[[ Source material open ]]

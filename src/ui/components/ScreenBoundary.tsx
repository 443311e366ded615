/** Catches a screen that fails to draw, so the user sees what happened instead of a blank window. */
import { Component, type ErrorInfo, type ReactNode } from 'react';

interface State {
  error: Error | null;
}

export class ScreenBoundary extends Component<{ children: ReactNode; name: string }, State> {
  override state: State = { error: null };

  static getDerivedStateFromError(error: Error): State {
    return { error };
  }

  override componentDidCatch(error: Error, info: ErrorInfo): void {
    console.error(`screen ${this.props.name} failed`, error, info.componentStack);
  }

  override render(): ReactNode {
    if (!this.state.error) return this.props.children;
    return (
      <div className="banner banner-error" role="alert" data-testid="screen-error">
        <strong>The {this.props.name} screen could not be drawn.</strong> {this.state.error.message}
        <p>
          Nothing you entered is lost: the draft is kept and the other screens still work. If this followed an
          edit, undo it on the screen where you made it.
        </p>
        <button onClick={() => this.setState({ error: null })}>Try again</button>
      </div>
    );
  }
}
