function VariantFit(props: { v: LadderVariant; market: MarketSnapshot | undefined }) {
  const { v, market } = props;
  const fit = v.calibration.fit;
  const grouped = groupFit(fit, market);
  const params = paramsOf(v);
  const stochasticRates = Object.entries(v.spec.rates)
    .filter(([, r]) => r.hw)
    .map(([c]) => c);
  const hasMc = fit.some((f) => f.mcError !== null);
  const notes = new Set(
    [
      ...grouped.equities.flatMap((e) => e.expiries.flatMap((x) => x.lines)),
      ...grouped.rates.flatMap((r) => r.lines),
    ].map((l) => l.note),
  );
  return (
    <>
      <section className="panel">
        <h2>{v.label}: quoted and fitted</h2>
        {fit.length === 0 ? (
          <p className="empty">This variant has no calibration instruments (it reads the curve only).</p>
        ) : (
          <div
            style={{
              display: 'grid',
              gap: 12,
              gridTemplateColumns:
                grouped.equities.length > 0 ? 'minmax(0, 3fr) minmax(0, 2fr)' : 'minmax(0, 1fr)',
            }}
          >
            {grouped.equities.map((e) => (
              <SmileChart
                key={e.name}
                testId={`smile-${e.name}`}
                title={`${e.name} smile per expiry`}
                xLabel={e.spot !== null ? `moneyness K / S₀ (S₀ = ${num(e.spot, 6)})` : 'strike'}
                yLabel="implied vol"
                xFormat={(x) => (e.spot !== null ? x.toFixed(2) : num(x, 4))}
                yFormat={(y) => pct(y, 0)}
                width={470}
                height={310}
                curves={smileCurves(e)}
              />
            ))}
            <div>
              {grouped.rates.length > 0 ? (
                grouped.rates.map((r) => {
                  const u = rateUnits(r.quoteType);
                  const cal = r.lines.filter((l) => !l.parsed.monteCarlo);
                  return (
                    <SmileChart
                      key={r.currency}
                      testId={`ratevols-${r.currency}`}
                      title={`${r.currency} ${cal[0]?.parsed.rateInstrument ?? 'rate'} vols by expiry`}
                      xLabel="expiry (years)"
                      yLabel={u.axis}
                      xFormat={(x) => num(x, 3)}
                      yFormat={u.tick}
                      width={grouped.equities.length > 0 ? 310 : 560}
                      height={grouped.equities.length > 0 ? 310 : 260}
                      curves={[
                        {
                          key: r.currency,
                          label: `${r.currency} (${r.quoteType ?? 'type unknown'})`,
                          quoted: cal.map((l) => ({
                            x: l.parsed.expiry ?? NaN,
                            y: l.marketVol,
                            note: `${l.label}: quoted ${u.show(l.marketVol)}, fitted ${u.show(l.modelVol)}`,
                          })),
                          fitted: cal.map((l) => ({ x: l.parsed.expiry ?? NaN, y: l.modelVol })),
                        },
                      ]}
                    />
                  );
                })
              ) : (
                <div className="empty" data-testid="no-rate-vols">
                  <strong>No rate vols in this fit.</strong>{' '}
                  {stochasticRates.length > 0
                    ? `This variant simulates ${stochasticRates.join(', ')} rates, but its fit carries no cap or swaption rows.`
                    : 'Rates follow the discount curve in this variant (no Hull–White factor), so no cap or swaption vols are fitted. Pick a variant with a stochastic rate to see them.'}
                </div>
              )}
            </div>
          </div>
        )}
      </section>
      <div className="two-even">
        <section className="panel">
          <h2>Parameters</h2>
          <table className="data params">
            <tbody>
              {params.map((p) => (
                <tr key={p.name}>
                  <td>{p.name}</td>
                  <td className="num">{num(p.value, 5)}</td>
                </tr>
              ))}
              {Object.entries(v.calibration.feller).map(([k, r]) => (
                <tr key={`f${k}`}>
                  <td>{k} Feller ratio 2κθ/σ²</td>
                  <td className={`num ${r < 1 ? 'bad' : ''}`}>
                    {num(r, 3)}
                    {r < 1 ? ' (variance can reach zero)' : ''}
                  </td>
                </tr>
              ))}
            </tbody>
          </table>
          {v.calibration.warnings.length > 0 && (
            <ul className="tight">
              {v.calibration.warnings.map((w, k) => (
                <li key={k} className="msg-warn">
                  {w}
                </li>
              ))}
            </ul>
          )}
        </section>
        <section className="panel">
          <h2>Residuals</h2>
          <p className="hint">
            Error = fitted − quoted. The last column reprices the instrument by Monte Carlo on the study's own
            paths, minus its market price (evidence that every variant is compared on a fair footing; red:
            beyond 3 standard errors).
          </p>
          <div className="scroll-y">
            <table className="data" data-testid="fit-residuals">
              <thead>
                <tr>
                  <th>Instrument</th>
                  <th className="num">Quoted</th>
                  <th className="num">Fitted</th>
                  <th className="num">Error</th>
                  <th className="num">MC − market</th>
                </tr>
              </thead>
              {grouped.equities.flatMap((e) => {
                const ccy = market?.equities[e.name]?.currency ?? '';
                return e.expiries.map((x) => {
                  const rm = rmseOf(x.lines);
                  return (
                    <tbody key={`${e.name}|${x.expiry}`}>
                      <tr className="group-head">
                        <th colSpan={5} scope="rowgroup">
                          {e.name} · expiry {num(x.expiry, 3)}y{' '}
                          <span className="hint">
                            vols in %, error in vol bp
                            {Number.isFinite(rm) ? ` · RMSE ${num(rm * 1e4, 3)} vol bp` : ''}
                          </span>
                        </th>
                      </tr>
                      {x.lines.map((l) => (
                        <tr key={l.label}>
                          <td>
                            K {num(l.parsed.strike, 6)}
                            {l.moneyness !== null ? ` (${l.moneyness.toFixed(3)} S₀)` : ''}
                            {l.note === 'checkOnly' && <span className="hint"> · check</span>}
                            {l.parsed.monteCarlo && l.note !== 'checkOnly' && (
                              <span className="hint"> · repriced</span>
                            )}
                          </td>
                          <td className="num">{pct(l.marketVol, 2)}</td>
                          {l.parsed.monteCarlo && l.modelVol === l.marketVol ? (
                            <>
                              <td className="num hint">as quoted</td>
                              <td
                                className="num hint"
                                title="this variant reproduces the quoted surface by construction; its Monte Carlo reprice is the test"
                              >
                                by construction
                              </td>
                            </>
                          ) : (
                            <>
                              <td className="num">{pct(l.modelVol, 2)}</td>
                              <td className="num">{num((l.modelVol - l.marketVol) * 1e4, 3)}</td>
                            </>
                          )}
                          <McCell line={l} ccy={ccy} />
                        </tr>
                      ))}
                    </tbody>
                  );
                });
              })}
              {grouped.rates.map((r) => {
                const u = rateUnits(r.quoteType);
                const rm = rmseOf(r.lines);
                return (
                  <tbody key={`rate|${r.currency}`}>
                    <tr className="group-head">
                      <th colSpan={5} scope="rowgroup">
                        {r.currency} rate vols{' '}
                        <span className="hint">
                          {r.quoteType ?? 'quote type unknown'}, vols{' '}
                          {r.quoteType === 'lognormal' ? 'in %' : 'in bp'}, error in {u.error}
                          {Number.isFinite(rm) ? ` · RMSE ${num(rm * u.errorScale, 3)} ${u.error}` : ''}
                        </span>
                      </th>
                    </tr>
                    {r.lines.map((l) => (
                      <tr key={l.label}>
                        <td>
                          {l.parsed.rateInstrument} {num(l.parsed.expiry, 3)}y × {num(l.parsed.tenor, 3)}y
                          {l.parsed.strike !== null ? ` K ${pct(l.parsed.strike, 3)}` : ''}
                          {l.parsed.monteCarlo && <span className="hint"> · repriced</span>}
                        </td>
                        <td className="num">{u.show(l.marketVol)}</td>
                        <td className="num">{u.show(l.modelVol)}</td>
                        <td className="num">{num((l.modelVol - l.marketVol) * u.errorScale, 3)}</td>
                        <McCell line={l} ccy={r.currency} />
                      </tr>
                    ))}
                  </tbody>
                );
              })}
              {grouped.other.length > 0 && (
                <tbody>
                  <tr className="group-head">
                    <th colSpan={5} scope="rowgroup">
                      Other instruments <span className="hint">vols in %, error in vol bp</span>
                    </th>
                  </tr>
                  {grouped.other.map((l) => (
                    <tr key={l.label}>
                      <td>{l.label}</td>
                      <td className="num">{pct(l.marketVol, 2)}</td>
                      <td className="num">{pct(l.modelVol, 2)}</td>
                      <td className="num">{num((l.modelVol - l.marketVol) * 1e4, 3)}</td>
                      <McCell line={l} ccy="" />
                    </tr>
                  ))}
                </tbody>
              )}
            </table>
          </div>
          <ul className="tight hint" data-testid="mc-notes">
            {!hasMc && (
              <li>
                None in this study: it carries no Monte Carlo reprice for this variant (the fairness check did
                not run, or the study was saved without it), so only the analytic fit can be shown.
              </li>
            )}
            {notes.has('notSelected') && (
              <li>
                Not repriced: the study reprices a few vanillas per equity (three strikes around the forward
                at its last expiries) on its paths, not every calibration quote.
              </li>
            )}
            {notes.has('swaption') && (
              <li>
                Closed form only: swaptions are fitted by the Jamshidian formula and not repriced on the
                paths.
              </li>
            )}
            {notes.has('checkOnly') && (
              <li>
                Check: a vanilla this variant was not calibrated to, repriced to show how the model
                extrapolates (drawn as a dashed circle on the smile).
              </li>
            )}
          </ul>
        </section>
      </div>
    </>
  );
}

[[ Source material closed ]]

Tally the lines of the material above that include the word "McCell", then state that tally alone.

3